Exercise aim →
Give again, word for word, every line in the entries below from the line with "repository fc35293c2eb7d3b2" up to and including the line with "the sheet, px.", and no other line.

Data provided →
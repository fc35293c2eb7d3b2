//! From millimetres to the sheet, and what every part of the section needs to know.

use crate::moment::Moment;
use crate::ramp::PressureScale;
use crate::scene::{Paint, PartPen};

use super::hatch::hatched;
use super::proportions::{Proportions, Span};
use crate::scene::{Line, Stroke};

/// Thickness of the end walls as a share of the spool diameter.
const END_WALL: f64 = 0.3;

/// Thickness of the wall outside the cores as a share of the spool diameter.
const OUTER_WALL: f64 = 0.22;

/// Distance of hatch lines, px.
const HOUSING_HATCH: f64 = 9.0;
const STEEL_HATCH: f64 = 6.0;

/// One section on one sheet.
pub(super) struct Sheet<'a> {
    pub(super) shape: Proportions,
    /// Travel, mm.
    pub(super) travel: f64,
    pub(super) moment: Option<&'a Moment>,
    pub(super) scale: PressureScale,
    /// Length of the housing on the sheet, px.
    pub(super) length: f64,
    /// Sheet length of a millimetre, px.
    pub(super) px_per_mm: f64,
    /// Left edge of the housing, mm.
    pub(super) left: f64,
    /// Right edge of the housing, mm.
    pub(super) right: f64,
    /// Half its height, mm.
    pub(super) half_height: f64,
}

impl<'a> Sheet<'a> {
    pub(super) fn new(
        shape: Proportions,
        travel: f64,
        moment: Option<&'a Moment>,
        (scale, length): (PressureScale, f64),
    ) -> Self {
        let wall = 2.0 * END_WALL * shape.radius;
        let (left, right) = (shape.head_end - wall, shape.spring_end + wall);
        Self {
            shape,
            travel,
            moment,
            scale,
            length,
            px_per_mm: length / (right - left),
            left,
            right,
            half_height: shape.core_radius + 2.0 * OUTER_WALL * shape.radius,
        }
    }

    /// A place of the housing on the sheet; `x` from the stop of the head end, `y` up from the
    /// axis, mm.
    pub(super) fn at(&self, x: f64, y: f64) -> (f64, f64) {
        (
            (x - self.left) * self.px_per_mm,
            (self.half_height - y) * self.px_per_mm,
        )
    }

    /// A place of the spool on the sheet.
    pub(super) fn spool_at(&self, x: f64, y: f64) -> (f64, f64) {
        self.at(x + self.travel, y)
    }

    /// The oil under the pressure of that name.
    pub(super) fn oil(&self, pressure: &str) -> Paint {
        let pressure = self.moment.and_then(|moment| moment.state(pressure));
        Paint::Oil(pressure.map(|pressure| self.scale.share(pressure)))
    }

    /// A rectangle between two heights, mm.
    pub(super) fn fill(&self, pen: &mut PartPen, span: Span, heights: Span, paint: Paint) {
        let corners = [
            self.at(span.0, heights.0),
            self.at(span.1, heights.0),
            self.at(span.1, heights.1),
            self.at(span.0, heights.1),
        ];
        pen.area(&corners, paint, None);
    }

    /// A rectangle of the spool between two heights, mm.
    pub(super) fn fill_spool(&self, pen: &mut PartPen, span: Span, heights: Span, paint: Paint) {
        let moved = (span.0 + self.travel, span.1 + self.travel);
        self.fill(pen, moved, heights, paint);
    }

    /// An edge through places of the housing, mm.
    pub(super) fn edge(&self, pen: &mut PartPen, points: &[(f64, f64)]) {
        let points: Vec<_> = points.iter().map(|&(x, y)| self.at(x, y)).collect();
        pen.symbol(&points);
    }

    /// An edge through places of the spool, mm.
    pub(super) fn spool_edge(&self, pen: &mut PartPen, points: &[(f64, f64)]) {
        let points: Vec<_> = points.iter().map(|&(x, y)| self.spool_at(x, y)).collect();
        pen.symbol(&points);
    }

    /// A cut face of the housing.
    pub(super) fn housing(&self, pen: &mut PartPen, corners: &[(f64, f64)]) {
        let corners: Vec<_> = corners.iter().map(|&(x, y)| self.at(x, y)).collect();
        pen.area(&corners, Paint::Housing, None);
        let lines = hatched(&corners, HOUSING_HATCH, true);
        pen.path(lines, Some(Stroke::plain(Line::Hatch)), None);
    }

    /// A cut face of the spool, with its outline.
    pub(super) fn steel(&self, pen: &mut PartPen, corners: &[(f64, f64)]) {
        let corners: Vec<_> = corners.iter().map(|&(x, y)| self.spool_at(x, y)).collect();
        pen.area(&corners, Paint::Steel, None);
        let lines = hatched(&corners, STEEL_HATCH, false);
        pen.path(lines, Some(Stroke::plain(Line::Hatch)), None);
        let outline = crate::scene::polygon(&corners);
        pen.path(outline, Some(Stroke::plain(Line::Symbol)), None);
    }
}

* * *

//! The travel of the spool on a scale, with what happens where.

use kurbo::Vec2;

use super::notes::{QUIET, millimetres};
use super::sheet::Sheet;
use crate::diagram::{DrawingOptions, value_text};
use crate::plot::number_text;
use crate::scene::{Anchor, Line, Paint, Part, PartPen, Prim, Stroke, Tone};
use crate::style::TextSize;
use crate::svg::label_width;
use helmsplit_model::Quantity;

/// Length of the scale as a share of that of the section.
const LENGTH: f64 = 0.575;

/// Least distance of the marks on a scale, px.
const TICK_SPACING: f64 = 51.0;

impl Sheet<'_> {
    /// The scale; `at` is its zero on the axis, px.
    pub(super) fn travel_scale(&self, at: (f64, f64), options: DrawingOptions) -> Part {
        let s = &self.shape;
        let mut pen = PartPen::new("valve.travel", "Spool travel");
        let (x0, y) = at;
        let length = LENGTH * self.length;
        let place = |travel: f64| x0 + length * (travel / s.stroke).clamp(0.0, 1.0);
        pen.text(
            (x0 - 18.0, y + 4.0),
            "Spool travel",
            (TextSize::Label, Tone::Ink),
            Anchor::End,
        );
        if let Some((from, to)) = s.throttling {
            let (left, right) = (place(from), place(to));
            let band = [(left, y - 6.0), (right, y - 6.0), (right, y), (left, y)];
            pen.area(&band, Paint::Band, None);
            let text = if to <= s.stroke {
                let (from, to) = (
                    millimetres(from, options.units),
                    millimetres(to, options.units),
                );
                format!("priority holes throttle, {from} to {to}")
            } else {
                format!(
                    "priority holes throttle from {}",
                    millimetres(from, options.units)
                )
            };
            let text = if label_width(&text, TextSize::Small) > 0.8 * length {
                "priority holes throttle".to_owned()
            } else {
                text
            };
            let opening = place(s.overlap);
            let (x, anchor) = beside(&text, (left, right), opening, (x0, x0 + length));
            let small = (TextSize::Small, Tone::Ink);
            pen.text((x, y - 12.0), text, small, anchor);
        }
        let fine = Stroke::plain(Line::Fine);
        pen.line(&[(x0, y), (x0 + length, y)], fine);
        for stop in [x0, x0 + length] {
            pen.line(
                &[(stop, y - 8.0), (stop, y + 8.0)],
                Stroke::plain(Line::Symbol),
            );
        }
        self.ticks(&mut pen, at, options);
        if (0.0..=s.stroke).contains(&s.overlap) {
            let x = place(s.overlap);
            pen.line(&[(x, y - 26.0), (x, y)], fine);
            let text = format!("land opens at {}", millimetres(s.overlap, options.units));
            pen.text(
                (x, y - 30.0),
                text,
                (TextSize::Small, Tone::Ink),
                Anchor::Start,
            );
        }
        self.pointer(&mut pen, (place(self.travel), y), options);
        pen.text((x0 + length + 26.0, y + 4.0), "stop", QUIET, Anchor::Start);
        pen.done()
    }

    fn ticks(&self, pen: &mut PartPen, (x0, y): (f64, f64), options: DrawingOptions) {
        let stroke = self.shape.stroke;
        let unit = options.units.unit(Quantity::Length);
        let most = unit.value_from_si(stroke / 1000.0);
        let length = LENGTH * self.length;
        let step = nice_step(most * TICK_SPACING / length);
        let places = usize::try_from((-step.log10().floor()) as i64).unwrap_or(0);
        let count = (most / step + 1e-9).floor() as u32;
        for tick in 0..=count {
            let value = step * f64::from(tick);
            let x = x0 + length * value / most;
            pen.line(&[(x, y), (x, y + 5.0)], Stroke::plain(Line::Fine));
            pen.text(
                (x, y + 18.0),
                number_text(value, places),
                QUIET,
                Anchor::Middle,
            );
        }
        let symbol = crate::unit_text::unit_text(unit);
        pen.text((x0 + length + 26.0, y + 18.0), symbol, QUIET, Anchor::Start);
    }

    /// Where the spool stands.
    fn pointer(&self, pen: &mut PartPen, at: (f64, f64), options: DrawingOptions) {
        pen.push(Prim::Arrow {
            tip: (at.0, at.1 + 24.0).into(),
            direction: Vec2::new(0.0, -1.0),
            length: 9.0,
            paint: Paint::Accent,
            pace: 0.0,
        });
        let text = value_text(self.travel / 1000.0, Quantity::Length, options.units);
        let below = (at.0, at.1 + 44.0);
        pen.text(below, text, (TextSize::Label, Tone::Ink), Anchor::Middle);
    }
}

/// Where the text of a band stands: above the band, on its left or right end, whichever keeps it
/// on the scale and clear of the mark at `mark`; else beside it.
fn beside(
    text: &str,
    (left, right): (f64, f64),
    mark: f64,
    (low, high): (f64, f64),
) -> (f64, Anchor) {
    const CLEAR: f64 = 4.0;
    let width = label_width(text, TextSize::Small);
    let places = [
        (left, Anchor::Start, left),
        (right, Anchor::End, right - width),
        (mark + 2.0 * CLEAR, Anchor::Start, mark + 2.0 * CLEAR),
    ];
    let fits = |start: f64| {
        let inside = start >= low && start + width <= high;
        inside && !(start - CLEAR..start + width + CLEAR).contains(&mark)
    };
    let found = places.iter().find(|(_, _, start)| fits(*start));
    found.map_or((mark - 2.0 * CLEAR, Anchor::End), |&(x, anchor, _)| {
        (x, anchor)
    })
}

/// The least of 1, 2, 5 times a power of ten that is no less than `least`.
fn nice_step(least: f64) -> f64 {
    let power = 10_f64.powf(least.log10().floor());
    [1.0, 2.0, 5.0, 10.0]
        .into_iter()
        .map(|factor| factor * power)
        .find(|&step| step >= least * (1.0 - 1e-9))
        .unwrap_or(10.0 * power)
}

Response below →
repository fc35293c2eb7d3b2
//! From millimetres to the sheet, and what every part of the section needs to know.

use crate::moment::Moment;
use crate::ramp::PressureScale;
use crate::scene::{Paint, PartPen};

use super::hatch::hatched;
use super::proportions::{Proportions, Span};
use crate::scene::{Line, Stroke};

/// Thickness of the end walls as a share of the spool diameter.
const END_WALL: f64 = 0.3;

/// Thickness of the wall outside the cores as a share of the spool diameter.
const OUTER_WALL: f64 = 0.22;

/// Distance of hatch lines, px.
const HOUSING_HATCH: f64 = 9.0;
const STEEL_HATCH: f64 = 6.0;

/// One section on one sheet.
pub(super) struct Sheet<'a> {
    pub(super) shape: Proportions,
    /// Travel, mm.
    pub(super) travel: f64,
    pub(super) moment: Option<&'a Moment>,
    pub(super) scale: PressureScale,
    /// Length of the housing on the sheet, px.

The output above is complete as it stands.